[[ EXTRACTED RECORDS, beginning ]]
TEST_CASE("synth scan.pose: a posed fast scan with its truth in the scan's frame and the transform in the manifest",
          "[synth][cli][pose]") {
  // Issue 12. Analytic case: a rigid motion keeps volumes and moves the centroid c to R c + t.
  TempDir d;
  const double th = 10.0 * M_PI / 180, tx = 0.02, ty = -0.04, tz = 0.03;
  const auto r = run_cli(kSmall + " --set scan.pose.0.projections=40 --set scan.pose.0.rotation_deg=0,0,10" +
                         " --set scan.pose.0.translation_mm=0.02,-0.04,0.03 --set scan.pose.0.voxel_size_um=21 -o " +
                         d / "out");
  INFO(r.err);
  REQUIRE(r.exit_code == 0);
  const auto m = manifest(d / "out");
  nlohmann::json posed, plain;
  for (const auto& f : m["files"]) {
    if (f["file"] == "scan-40p.mha") posed = f;
    if (f["file"] == "scan-20p.mha") plain = f;
  }
  REQUIRE(posed.contains("pose"));
  CHECK_FALSE(plain.contains("pose"));
  const auto& p = posed["pose"];
  CHECK(p["voxel_size_um"].get<double>() == 21.0);
  CHECK(p["phantom_to_scan"]["rotation"][1][0].get<double>() == Approx(std::sin(th)).margin(1e-15));
  CHECK(p["phantom_to_scan"]["translation_mm"][1].get<double>() == -0.04);
  CHECK(pb::read_volume(d / "out/scan-40p.mha").geometry().spacing_mm[0] == Approx(0.021));
  CHECK(pb::read_volume(d / "out/scan-20p.mha").geometry().spacing_mm[0] == Approx(0.020));
  for (const char* f : {"truth-labels-40p.mha", "part-mask-40p.mha"}) CHECK(fs::exists(d.path / "out" / f));
  // Part and pores: volume kept, centroid moved by the pose (tolerance: a quarter of a voxel and
  // along z, where the flat caps fall on the grid, half a voxel; volumes 2.5 % (part) and 8 % (pores
  // as thin as a voxel): discretisation at 20 vs 21 um, measured 1.2 % and 4 %; common practice, no source).
  for (int label : {1, 2}) {
    INFO("label " << label);
    const auto [v0, c0] = label_moments(d / "out/truth-labels.mha", label);
    const auto [v1, c1] = label_moments(d / "out/truth-labels-40p.mha", label);
    CHECK(v1 == Approx(v0).epsilon(label == 1 ? 0.025 : 0.08));
    CHECK(c1[0] == Approx(std::cos(th) * c0[0] - std::sin(th) * c0[1] + tx).margin(0.005));
    CHECK(c1[1] == Approx(std::sin(th) * c0[0] + std::cos(th) * c0[1] + ty).margin(0.005));
    CHECK(c1[2] == Approx(c0[2] + tz).margin(0.011));  // flat caps on the grid: half a voxel
  }
  // recipe.toml reproduces the pose; tilts and unknown counts are refused naming the key.
  std::ifstream rf(d / "out/recipe.toml");
  std::stringstream rt;
  rt << rf.rdbuf();
  CHECK(pb::synth::parse_recipe(rt.str(), "written").poses.size() == 1);
  const auto tilt = run_cli(kSmall + " --set scan.pose.0.rotation_deg=1,0,0 -o " + d / "x");
  CHECK(tilt.exit_code == 2);
  CHECK(tilt.err.find("scan.pose.0.rotation_deg") != std::string::npos);
  const auto count = run_cli(kSmall + " --set scan.pose.0.projections=55 -o " + d / "x");
  CHECK(count.exit_code == 2);
  CHECK(count.err.find("scan.pose.0.projections") != std::string::npos);
  const auto far = run_cli(kSmall + " --set scan.pose.0.translation_mm=0.3,0,0 -o " + d / "x");
  CHECK(far.exit_code == 2);
  CHECK(far.err.find("scan.pose.0") != std::string::npos);
}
[[ EXTRACTED RECORDS, end ]]
What lines in the data include the string "plain"? Copy each one.

* **SOLUTION FOR THIS TASK**
  nlohmann::json posed, plain;
    if (f["file"] == "scan-20p.mha") plain = f;
  CHECK_FALSE(plain.contains("pose"));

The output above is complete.